Problem — Go through the records and show each line where the word "tabular" occurs.

Supplied records —
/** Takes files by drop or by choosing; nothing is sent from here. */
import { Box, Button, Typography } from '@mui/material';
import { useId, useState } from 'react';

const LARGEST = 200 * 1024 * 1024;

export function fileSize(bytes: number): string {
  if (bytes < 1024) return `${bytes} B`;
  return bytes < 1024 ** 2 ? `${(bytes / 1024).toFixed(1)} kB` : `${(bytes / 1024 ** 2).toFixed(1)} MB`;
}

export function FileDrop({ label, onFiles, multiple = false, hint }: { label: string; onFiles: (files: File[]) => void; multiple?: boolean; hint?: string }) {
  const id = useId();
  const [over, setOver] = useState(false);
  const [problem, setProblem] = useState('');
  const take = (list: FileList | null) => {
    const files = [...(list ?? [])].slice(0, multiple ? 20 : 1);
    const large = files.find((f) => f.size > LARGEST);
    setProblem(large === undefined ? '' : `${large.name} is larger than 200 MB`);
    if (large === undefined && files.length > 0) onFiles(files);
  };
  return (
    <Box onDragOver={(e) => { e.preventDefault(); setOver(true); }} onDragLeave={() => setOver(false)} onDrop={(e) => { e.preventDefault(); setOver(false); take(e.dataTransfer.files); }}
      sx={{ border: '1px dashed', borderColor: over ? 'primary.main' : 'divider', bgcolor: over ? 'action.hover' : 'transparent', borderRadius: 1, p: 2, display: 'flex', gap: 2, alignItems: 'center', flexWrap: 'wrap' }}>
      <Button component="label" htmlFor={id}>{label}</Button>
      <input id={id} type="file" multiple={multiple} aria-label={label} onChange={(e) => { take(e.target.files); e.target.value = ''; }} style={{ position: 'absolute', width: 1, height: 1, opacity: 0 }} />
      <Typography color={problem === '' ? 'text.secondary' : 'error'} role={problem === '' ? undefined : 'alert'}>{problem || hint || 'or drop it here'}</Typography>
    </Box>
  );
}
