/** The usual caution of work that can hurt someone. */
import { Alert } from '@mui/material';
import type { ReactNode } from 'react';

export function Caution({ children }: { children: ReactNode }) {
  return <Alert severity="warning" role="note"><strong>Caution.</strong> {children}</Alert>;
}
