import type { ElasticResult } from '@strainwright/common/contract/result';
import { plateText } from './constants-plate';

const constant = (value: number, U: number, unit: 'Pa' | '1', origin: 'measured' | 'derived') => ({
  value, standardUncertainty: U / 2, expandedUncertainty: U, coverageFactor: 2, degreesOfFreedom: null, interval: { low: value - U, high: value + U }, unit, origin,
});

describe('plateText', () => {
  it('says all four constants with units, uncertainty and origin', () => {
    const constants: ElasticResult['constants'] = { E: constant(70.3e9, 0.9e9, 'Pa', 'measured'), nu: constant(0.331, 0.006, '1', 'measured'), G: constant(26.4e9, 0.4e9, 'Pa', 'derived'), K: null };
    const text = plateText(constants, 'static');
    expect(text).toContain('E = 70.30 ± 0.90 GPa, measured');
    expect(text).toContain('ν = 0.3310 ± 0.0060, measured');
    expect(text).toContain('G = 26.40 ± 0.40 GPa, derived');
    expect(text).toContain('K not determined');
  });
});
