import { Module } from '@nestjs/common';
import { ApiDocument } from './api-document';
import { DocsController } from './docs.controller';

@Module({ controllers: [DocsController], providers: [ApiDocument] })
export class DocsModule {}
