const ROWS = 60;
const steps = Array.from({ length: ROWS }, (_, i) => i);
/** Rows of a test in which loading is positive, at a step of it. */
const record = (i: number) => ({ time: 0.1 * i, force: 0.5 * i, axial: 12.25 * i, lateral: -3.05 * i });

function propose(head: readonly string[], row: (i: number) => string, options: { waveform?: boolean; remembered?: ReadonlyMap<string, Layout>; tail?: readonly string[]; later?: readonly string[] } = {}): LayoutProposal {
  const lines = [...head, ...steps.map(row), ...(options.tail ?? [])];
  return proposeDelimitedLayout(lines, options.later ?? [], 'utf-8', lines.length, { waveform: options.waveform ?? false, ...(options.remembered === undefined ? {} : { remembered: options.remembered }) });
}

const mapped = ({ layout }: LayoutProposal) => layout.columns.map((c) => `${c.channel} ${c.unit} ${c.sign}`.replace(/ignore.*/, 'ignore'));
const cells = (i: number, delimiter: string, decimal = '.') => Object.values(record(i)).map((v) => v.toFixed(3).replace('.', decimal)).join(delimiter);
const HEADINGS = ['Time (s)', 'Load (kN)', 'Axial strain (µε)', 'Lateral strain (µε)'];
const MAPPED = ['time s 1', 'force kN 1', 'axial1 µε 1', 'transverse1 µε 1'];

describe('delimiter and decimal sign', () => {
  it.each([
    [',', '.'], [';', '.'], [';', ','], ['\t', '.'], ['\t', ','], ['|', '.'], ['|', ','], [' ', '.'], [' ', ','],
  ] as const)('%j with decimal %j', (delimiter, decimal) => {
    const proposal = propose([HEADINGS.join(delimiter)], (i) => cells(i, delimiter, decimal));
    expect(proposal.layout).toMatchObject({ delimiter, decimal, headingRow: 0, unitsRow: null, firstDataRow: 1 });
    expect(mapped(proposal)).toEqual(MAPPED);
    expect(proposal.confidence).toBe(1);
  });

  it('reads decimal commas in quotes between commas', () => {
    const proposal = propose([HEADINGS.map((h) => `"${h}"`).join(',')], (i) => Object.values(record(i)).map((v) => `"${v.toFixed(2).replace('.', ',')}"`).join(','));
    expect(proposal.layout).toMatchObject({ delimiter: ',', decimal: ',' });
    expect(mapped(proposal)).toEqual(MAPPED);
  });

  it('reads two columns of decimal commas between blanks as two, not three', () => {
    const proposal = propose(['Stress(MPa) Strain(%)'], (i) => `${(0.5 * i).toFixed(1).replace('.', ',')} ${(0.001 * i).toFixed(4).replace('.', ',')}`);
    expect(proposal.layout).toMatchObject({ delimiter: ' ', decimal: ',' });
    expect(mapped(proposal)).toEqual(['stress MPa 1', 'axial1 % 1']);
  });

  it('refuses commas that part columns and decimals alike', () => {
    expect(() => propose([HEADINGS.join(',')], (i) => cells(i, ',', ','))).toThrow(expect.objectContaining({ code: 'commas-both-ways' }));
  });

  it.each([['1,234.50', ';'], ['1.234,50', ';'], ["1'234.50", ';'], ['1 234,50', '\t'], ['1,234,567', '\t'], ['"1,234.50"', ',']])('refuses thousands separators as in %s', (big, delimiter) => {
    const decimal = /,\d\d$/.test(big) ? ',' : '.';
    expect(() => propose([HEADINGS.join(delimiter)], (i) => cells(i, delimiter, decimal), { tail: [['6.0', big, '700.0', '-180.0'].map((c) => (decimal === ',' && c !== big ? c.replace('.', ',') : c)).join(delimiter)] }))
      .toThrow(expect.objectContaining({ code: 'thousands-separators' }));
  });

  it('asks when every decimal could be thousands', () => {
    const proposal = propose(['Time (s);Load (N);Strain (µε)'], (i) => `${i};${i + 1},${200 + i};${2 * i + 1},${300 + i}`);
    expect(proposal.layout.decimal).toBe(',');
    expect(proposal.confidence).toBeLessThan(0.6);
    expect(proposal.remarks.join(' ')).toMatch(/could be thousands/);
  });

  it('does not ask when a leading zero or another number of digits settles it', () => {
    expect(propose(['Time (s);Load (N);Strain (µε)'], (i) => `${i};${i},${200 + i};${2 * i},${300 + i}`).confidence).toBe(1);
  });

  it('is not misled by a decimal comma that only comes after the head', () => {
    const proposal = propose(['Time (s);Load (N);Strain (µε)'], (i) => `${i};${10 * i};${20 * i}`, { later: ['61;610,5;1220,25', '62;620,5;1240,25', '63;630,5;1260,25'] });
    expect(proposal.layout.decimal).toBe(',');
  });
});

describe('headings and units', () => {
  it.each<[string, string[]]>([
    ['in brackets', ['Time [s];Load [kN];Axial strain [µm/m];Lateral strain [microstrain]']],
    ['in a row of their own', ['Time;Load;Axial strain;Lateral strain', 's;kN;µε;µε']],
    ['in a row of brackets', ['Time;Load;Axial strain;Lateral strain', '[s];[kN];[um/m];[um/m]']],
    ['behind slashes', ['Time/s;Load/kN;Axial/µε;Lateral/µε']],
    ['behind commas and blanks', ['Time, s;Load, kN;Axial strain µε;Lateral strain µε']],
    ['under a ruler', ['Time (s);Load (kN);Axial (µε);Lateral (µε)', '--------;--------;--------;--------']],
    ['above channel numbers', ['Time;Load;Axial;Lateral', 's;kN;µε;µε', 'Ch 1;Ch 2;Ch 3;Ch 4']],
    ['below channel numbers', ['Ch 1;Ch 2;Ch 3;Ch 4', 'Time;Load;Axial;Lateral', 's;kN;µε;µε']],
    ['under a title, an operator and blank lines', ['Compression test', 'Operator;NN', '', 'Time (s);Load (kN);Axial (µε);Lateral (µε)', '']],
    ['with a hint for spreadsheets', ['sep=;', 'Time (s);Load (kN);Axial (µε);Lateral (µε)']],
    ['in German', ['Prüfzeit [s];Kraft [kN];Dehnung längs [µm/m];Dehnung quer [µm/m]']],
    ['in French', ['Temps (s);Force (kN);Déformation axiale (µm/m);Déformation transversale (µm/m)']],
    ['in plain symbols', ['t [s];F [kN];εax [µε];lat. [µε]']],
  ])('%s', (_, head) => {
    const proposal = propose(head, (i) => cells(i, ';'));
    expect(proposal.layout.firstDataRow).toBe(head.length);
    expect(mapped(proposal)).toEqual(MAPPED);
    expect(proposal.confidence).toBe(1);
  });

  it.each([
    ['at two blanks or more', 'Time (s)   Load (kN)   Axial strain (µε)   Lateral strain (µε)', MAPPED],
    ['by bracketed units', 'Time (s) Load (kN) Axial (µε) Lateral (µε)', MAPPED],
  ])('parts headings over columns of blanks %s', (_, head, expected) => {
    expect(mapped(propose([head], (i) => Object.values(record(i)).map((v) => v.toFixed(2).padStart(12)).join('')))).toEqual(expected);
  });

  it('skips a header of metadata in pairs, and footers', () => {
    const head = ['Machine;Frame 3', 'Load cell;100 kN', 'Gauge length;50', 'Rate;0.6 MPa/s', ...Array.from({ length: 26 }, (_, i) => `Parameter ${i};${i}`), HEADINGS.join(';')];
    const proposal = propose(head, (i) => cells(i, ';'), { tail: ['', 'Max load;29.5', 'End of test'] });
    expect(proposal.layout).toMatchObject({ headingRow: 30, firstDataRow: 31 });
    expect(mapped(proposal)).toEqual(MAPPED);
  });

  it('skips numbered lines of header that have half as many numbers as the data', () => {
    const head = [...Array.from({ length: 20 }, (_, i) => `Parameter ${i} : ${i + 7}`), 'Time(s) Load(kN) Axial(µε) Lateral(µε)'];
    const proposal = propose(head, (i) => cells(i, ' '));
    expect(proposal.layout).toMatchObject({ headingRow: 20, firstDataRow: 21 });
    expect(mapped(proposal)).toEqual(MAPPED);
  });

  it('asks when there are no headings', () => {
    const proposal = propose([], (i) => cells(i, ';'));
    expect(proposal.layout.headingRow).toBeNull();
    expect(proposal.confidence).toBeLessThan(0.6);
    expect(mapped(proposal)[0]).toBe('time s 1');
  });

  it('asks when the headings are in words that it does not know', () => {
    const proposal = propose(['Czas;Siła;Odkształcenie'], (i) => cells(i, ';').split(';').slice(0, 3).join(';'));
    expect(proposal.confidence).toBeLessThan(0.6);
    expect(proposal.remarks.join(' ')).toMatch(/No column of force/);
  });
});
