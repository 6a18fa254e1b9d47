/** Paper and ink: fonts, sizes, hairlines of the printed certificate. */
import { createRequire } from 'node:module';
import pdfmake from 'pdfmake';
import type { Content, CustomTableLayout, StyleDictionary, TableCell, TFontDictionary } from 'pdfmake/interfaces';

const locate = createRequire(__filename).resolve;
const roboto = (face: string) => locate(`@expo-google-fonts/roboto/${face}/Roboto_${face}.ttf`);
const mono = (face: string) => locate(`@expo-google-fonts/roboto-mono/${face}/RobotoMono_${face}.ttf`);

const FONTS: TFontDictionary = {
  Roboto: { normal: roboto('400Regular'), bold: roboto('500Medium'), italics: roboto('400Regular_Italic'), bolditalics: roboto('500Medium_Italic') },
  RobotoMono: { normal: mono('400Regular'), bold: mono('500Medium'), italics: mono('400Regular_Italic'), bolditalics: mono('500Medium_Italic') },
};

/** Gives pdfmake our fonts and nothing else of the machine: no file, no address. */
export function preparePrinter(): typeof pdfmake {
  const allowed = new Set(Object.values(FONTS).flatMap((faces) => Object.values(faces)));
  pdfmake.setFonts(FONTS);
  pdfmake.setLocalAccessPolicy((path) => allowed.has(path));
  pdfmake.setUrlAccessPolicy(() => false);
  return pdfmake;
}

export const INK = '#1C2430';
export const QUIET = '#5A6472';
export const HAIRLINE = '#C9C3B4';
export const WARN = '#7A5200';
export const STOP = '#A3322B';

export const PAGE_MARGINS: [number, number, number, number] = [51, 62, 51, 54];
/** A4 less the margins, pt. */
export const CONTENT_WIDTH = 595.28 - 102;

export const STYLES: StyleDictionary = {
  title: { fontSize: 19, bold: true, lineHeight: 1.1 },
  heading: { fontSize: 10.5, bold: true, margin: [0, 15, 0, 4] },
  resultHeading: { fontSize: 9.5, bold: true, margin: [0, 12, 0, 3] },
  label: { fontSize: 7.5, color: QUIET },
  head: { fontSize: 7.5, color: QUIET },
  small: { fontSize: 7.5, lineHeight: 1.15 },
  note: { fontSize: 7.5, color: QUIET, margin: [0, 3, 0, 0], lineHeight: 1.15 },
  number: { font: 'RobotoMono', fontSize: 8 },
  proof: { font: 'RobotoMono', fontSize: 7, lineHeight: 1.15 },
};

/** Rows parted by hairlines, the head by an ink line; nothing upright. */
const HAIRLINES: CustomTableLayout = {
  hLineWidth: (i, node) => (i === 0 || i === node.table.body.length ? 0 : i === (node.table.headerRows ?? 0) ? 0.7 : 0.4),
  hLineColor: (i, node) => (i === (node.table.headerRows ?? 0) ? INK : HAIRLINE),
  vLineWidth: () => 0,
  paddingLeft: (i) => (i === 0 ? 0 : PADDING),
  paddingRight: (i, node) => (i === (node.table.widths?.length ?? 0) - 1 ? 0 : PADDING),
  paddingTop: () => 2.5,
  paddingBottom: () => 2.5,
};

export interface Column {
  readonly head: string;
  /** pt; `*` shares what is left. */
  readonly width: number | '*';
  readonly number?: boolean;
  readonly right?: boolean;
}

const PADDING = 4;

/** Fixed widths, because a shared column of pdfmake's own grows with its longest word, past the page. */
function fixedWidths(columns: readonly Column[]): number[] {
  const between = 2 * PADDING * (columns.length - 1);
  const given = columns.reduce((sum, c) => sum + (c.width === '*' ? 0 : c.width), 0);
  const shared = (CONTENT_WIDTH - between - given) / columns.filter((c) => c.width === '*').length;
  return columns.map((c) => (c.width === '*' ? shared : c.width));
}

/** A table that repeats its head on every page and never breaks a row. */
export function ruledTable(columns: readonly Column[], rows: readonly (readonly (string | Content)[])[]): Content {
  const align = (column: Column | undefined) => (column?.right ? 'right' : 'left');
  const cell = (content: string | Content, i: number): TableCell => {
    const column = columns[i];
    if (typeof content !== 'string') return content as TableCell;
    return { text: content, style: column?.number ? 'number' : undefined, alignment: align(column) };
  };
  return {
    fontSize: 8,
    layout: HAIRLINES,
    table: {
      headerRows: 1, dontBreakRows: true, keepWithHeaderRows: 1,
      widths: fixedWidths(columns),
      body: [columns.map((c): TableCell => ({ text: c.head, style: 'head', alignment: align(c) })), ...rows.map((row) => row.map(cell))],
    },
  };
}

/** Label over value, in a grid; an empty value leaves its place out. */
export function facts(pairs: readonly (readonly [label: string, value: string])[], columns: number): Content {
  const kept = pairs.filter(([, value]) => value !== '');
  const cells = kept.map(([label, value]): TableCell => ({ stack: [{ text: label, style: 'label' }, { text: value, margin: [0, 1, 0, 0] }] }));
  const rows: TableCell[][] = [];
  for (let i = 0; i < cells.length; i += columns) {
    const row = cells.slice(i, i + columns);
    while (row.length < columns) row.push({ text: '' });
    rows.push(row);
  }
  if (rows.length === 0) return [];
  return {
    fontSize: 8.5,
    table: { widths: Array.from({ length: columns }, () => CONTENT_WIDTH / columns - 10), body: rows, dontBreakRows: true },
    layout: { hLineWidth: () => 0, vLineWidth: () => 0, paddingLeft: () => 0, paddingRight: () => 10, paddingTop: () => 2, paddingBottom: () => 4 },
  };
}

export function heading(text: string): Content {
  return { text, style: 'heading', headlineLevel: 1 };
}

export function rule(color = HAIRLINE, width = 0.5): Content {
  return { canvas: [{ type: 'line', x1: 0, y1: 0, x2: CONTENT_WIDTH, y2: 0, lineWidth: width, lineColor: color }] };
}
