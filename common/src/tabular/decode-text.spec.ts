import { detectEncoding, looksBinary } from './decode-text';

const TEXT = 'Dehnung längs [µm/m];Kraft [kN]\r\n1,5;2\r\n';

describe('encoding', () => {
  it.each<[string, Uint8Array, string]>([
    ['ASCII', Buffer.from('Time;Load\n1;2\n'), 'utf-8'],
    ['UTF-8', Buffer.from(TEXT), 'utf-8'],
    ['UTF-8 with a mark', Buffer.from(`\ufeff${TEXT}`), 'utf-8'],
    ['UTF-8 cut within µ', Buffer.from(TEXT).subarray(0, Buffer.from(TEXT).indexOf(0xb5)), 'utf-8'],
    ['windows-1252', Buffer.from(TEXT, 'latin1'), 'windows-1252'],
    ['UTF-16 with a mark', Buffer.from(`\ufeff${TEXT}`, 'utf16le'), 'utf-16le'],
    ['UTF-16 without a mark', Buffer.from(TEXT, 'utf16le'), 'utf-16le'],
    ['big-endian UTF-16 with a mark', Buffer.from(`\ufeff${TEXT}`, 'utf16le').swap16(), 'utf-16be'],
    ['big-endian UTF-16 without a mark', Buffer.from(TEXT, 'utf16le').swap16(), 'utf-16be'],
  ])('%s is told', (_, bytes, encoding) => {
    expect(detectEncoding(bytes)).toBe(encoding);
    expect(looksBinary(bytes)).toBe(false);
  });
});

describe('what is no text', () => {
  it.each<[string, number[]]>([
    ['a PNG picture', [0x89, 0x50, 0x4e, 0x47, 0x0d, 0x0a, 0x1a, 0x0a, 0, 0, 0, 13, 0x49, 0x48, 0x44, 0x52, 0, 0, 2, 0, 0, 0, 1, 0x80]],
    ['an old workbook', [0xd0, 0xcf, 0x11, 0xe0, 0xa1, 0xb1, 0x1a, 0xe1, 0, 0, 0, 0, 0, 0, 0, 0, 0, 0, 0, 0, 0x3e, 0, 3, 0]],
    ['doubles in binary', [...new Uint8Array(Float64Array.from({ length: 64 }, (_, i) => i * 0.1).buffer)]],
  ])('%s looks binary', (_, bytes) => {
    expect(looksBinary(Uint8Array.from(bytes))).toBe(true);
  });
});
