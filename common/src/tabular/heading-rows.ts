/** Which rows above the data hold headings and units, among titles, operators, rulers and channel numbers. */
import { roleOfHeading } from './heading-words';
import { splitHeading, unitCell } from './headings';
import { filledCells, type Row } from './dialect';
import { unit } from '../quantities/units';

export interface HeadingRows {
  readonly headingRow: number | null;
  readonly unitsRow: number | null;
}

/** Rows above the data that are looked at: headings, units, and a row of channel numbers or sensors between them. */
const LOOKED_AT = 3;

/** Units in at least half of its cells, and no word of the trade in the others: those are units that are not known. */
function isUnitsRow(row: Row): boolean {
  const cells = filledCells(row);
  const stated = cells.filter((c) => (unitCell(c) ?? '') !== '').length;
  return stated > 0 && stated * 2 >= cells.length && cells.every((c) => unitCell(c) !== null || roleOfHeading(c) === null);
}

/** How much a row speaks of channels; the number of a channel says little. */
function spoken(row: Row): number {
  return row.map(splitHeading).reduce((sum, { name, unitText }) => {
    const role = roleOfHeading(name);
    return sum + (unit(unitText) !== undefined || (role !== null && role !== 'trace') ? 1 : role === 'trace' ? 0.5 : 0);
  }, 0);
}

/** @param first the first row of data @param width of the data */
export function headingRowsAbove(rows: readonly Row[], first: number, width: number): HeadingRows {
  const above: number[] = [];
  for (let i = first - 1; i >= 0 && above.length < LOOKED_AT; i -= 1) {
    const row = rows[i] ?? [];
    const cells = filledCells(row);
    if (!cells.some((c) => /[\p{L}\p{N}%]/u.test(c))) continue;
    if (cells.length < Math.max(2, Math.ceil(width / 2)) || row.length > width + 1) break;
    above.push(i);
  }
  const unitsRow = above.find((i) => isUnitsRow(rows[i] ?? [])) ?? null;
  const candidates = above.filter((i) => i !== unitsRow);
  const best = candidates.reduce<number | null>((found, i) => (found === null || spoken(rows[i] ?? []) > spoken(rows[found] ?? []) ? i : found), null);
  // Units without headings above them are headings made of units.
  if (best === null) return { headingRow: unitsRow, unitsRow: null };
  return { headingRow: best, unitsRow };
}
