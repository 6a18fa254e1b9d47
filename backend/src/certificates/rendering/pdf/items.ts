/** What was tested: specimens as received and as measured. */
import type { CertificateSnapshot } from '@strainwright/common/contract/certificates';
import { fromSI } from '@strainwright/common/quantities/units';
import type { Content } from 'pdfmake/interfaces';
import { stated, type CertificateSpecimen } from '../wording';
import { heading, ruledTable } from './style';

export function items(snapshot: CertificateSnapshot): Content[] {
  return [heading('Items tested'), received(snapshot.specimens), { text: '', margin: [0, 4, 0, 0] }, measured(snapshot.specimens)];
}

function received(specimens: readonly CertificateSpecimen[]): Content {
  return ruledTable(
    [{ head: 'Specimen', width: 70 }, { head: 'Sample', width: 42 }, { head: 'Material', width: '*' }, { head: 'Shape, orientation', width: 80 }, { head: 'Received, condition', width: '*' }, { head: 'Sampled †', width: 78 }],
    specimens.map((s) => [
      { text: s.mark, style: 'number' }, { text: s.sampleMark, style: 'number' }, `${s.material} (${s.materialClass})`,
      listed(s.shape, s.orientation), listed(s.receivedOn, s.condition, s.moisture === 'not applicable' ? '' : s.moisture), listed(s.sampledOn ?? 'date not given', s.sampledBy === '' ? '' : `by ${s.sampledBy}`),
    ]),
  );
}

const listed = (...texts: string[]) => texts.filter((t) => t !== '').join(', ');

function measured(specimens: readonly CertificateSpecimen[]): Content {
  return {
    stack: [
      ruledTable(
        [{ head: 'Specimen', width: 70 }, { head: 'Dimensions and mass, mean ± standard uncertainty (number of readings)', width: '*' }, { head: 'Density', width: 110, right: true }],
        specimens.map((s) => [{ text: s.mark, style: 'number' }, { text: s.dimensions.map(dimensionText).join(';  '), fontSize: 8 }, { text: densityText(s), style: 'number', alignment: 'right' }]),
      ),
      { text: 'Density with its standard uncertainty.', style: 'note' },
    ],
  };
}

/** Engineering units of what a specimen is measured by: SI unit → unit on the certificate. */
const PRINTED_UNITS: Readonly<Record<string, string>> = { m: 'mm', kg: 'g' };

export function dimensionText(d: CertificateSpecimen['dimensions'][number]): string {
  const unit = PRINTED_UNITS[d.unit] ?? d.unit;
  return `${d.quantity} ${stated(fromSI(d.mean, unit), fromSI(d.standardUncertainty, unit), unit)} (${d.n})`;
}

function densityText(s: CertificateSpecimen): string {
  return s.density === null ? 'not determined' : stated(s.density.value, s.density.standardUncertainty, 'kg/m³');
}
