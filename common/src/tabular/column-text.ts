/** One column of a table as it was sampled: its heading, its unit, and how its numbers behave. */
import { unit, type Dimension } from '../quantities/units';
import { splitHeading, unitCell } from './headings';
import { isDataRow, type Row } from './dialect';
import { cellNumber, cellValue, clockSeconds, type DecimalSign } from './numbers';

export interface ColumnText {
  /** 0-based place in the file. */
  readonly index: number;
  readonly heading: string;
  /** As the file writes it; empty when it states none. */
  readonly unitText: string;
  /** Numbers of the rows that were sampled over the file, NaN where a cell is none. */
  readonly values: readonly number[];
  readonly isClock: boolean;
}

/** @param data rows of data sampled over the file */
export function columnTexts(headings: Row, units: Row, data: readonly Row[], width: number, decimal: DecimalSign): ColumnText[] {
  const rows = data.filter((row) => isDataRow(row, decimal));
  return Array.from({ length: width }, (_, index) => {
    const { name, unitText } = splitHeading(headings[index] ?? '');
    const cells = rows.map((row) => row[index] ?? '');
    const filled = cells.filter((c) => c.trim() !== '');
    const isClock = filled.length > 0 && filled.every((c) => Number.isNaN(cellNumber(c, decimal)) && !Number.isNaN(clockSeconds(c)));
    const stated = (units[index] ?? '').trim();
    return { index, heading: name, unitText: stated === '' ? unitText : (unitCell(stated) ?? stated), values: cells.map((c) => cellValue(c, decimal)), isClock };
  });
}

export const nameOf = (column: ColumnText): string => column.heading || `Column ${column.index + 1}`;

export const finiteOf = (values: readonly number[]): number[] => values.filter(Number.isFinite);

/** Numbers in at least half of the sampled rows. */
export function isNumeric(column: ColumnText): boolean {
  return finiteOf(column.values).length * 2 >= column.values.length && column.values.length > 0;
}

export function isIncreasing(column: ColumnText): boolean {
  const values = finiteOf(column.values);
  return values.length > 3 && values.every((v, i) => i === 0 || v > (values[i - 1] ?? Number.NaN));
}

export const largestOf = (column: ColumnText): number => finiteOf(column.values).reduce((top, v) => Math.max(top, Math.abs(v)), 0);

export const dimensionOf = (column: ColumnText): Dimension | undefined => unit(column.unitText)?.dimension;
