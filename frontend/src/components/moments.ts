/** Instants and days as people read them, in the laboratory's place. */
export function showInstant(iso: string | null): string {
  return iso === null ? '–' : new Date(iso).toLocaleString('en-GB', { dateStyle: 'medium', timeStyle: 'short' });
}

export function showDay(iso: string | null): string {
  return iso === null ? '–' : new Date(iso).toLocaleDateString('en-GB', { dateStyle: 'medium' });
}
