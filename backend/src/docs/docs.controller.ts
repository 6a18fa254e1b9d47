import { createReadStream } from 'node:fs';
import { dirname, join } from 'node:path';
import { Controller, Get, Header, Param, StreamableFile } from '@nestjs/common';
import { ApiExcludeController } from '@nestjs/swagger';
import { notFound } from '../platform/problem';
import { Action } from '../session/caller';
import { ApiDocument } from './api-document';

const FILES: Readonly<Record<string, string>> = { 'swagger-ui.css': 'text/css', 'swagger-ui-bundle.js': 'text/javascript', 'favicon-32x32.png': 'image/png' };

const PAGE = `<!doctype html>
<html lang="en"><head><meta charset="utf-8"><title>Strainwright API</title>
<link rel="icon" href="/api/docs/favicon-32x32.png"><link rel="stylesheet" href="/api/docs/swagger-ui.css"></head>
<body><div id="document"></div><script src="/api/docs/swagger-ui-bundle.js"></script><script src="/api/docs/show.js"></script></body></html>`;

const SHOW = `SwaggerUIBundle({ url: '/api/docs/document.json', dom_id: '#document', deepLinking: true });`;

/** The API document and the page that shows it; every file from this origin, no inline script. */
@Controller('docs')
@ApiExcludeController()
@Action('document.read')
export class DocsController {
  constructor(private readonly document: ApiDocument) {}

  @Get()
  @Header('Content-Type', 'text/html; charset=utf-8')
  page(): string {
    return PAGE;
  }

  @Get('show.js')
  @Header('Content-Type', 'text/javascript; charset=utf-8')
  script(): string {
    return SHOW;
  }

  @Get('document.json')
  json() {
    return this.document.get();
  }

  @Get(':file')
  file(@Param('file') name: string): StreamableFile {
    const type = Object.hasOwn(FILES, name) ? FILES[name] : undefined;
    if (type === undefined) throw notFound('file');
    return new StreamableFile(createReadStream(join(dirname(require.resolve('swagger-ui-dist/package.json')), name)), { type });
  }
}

Task response —
filename common/src/tabular/decode-text.spec.ts
filename common/src/tabular/heading-rows.ts
filename common/src/tabular/column-text.ts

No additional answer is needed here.